Estamos diante de uma Guerra Fria entre EUA e China? Longe de ser um mero exercício teórico, essa pergunta definirá os cálculos estratégicos de todos os países —incluindo o Brasil— nas próximas décadas. A depender da resposta em Brasília, os caminhos que se abrem à nossa relação com o mundo levam a lugares distintos.
Os que falam em nova Guerra Fria referem-se à ideia de um antagonismo, em escala global, entre duas superpotências. De fato, a disputa entre China e EUA já se alastrou a todos os continentes e temas da agenda global —do mar do Sul da China ao futuro do TikTok.
Mas a Guerra Fria do século 20 foi muito mais do que o choque entre as duas nações mais poderosas da época. E a analogia histórica “mais confunde do que explica” os desafios da atualidade, aponta Odd Arne Westad, um dos maiores historiadores do período.
O sistema internacional que perdurou do fim dos anos 1940 a 1991 tinha duas características basilares. A primeira era o duelo entre ideologias universalistas e antitéticas: comunismo e capitalismo. O leninismo soviético acreditava que seu triunfo dependia da destruição completa (e inevitável) do sistema capitalista.
O confronto ideológico permitia às superpotências apenas compromissos relativos, temporários. Ao final, prevaleceria um jogo de soma zero —uma derrota soviética era uma vitória americana, e vice-versa.
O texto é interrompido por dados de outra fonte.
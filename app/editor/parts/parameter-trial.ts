import { useEffect, useRef, useState } from "react";
import { sourceOf } from "../model/scale.ts";
import type { ParameterFace } from "../model/types.ts";

/** How long after the last arrow key a value is let stand, in ms: a burst of steps is one edit. */
const SETTLE_MS = 900;

export interface Trial {
  /** The value being tried, or null at rest. */
  readonly tried: number | null;
  /** Tries a value privately; it is set when `settle` comes. */
  attempt(value: number): void;
  /** Sets what is tried, once the keys have rested. */
  settleSoon(value: number): void;
  /** Sets a source: one edit. The same source as before puts back instead. */
  settle(source: string): void;
  putBack(): void;
}

/**
 * A parameter on trial. The trial is bound to the source it began from: when the text has another one, whether by
 * this trial's end or by somebody else's edit, the text's own value shows again.
 */
export function useTrial(
  parameter: ParameterFace,
  onTry: (name: string, source: string | null) => void,
  onSet: (name: string, source: string) => void,
): Trial {
  const [trial, setTrial] = useState<{ value: number; from: string } | null>(null);
  const timer = useRef<ReturnType<typeof setTimeout> | undefined>(undefined);
  useEffect(() => () => clearTimeout(timer.current), []);
  const tried = trial !== null && trial.from === parameter.source ? trial.value : null;

  const putBack = () => {
    clearTimeout(timer.current);
    setTrial(null);
    onTry(parameter.name, null);
  };
  const settle = (source: string) => {
    clearTimeout(timer.current);
    if (source === parameter.source) putBack();
    else onSet(parameter.name, source);
  };
  return {
    tried,
    attempt(value) {
      setTrial({ value, from: parameter.source });
      onTry(parameter.name, sourceOf(value));
    },
    settleSoon(value) {
      clearTimeout(timer.current);
      timer.current = setTimeout(() => settle(sourceOf(value)), SETTLE_MS);
    },
    settle,
    putBack,
  };
}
Há quem veja na China de Xi Jinping um projeto internacionalista, como se Pequim quisesse exportar uma ideologia mundo afora. É essa a convicção de parte do governo Bolsonaro, a começar pela cúpula do Itamaraty. E, se o embate EUA-China é um confronto entre modelos políticos, o Brasil —uma democracia de livre-mercado— inevitavelmente tem lado: Washington.
Essa interpretação, porém, viola os fatos. A China tem um capitalismo de Estado, e sua força motriz no plano global não é um projeto internacionalista, mas o nacionalismo. Pequim reivindica um “lugar de direito” entre potências, o qual chineses teriam ocupado até dois séculos atrás.
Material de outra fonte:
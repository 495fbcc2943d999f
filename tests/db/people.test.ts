import { expect, test } from "vitest";
import { openDatabase } from "../../db/index.server.ts";
import { freshDatabase } from "../support/database.ts";

const INES = { provider: "github", subject: "1", login: "ines", name: "Inês Valadão", email: "ines@litoral.example" };

test("the first sign-in makes a person, the second finds them", async () => {
  const { people } = openDatabase(await freshDatabase());
  const first = await people.signIn(INES);
  expect(first).toMatchObject({ name: "Inês Valadão", email: "ines@litoral.example" });
  expect(await people.signIn(INES)).toEqual(first);
});

test("two first sign-ins at the same moment make one person", async () => {
  const { people } = openDatabase(await freshDatabase());
  const both = await Promise.all([people.signIn(INES), people.signIn(INES), people.signIn(INES)]);
  expect(new Set(both.map((person) => person.id)).size).toBe(1);
});

test("login and address follow the provider, the name stays as it was set here", async () => {
  const { people } = openDatabase(await freshDatabase());
  const { id } = await people.signIn(INES);
  await people.rename(id, "I. Valadão");
  const again = await people.signIn({ ...INES, login: "valadao", name: "Other", email: "new@litoral.example" });
  expect(again).toEqual({ id, name: "I. Valadão", email: "new@litoral.example" });
  expect(await people.findByLogin("github", "VALADAO")).toMatchObject({ id });
  expect(await people.findByLogin("github", "ines")).toBeUndefined();
});

test("a login that another account has taken leads to that account", async () => {
  const { people } = openDatabase(await freshDatabase());
  await people.signIn(INES);
  const other = await people.signIn({ ...INES, subject: "2", login: "Ines", name: "Another Inês" });
  expect(await people.findByLogin("github", "ines")).toMatchObject({ id: other.id });
});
Na visão chinesa, Washington representa o principal obstáculo à expansão de sua influência, com a Ásia no centro da disputa, assim como uma ameaça ao próprio regime do Partido Comunista Chinês. Mas, há quatro décadas, chineses não acreditam que destruir o sistema de governo americano, ou a democracia ocidental, seja precondição para alcançar seus objetivos estratégicos.
O segundo traço distintivo da Guerra Fria relacionava-se à distribuição de poder no mundo, a qual era profundamente distinta da que temos hoje. Sobretudo em suas primeiras décadas, a Guerra Fria tinha uma estrutura clara: dois blocos ideológicos antagônicos, liderados por EUA e URSS, a se entreolhar à beira do precipício da guerra atômica (em outras palavras: a destruição da humanidade).
Juntos, o confronto ideológico e a bipolaridade sob armas nucleares resultavam na máxima de Raymond Aron: “Paz impossível, guerra improvável”.
Entre China e EUA hoje, a paz é absolutamente possível e a guerra total, ainda mais improvável.
A economia global, com enorme interdependência entre americanos e chineses, também mudou drasticamente. Os blocos capitalista e socialista comerciavam entre si, mas eram relativamente isolados. Hoje, é difícil dizer onde termina a economia americana e começa a chinesa: mais da metade dos aviões comerciais na China são fabricados pela Boeing, e o Starbucks planeja abrir uma loja a cada 15 horas em solo chinês até 2022.
Despido o mito da Nova Guerra Fria, o Brasil fica diante de um confronto por poder e influência entre seus dois maiores parceiros comerciais —com todos os problemas (e oportunidades) que ele enseja.
Alinhamentos automáticos perdem sentido. E os custos de uma visão de mundo divorciada da realidade tornam-se ainda mais evidentes.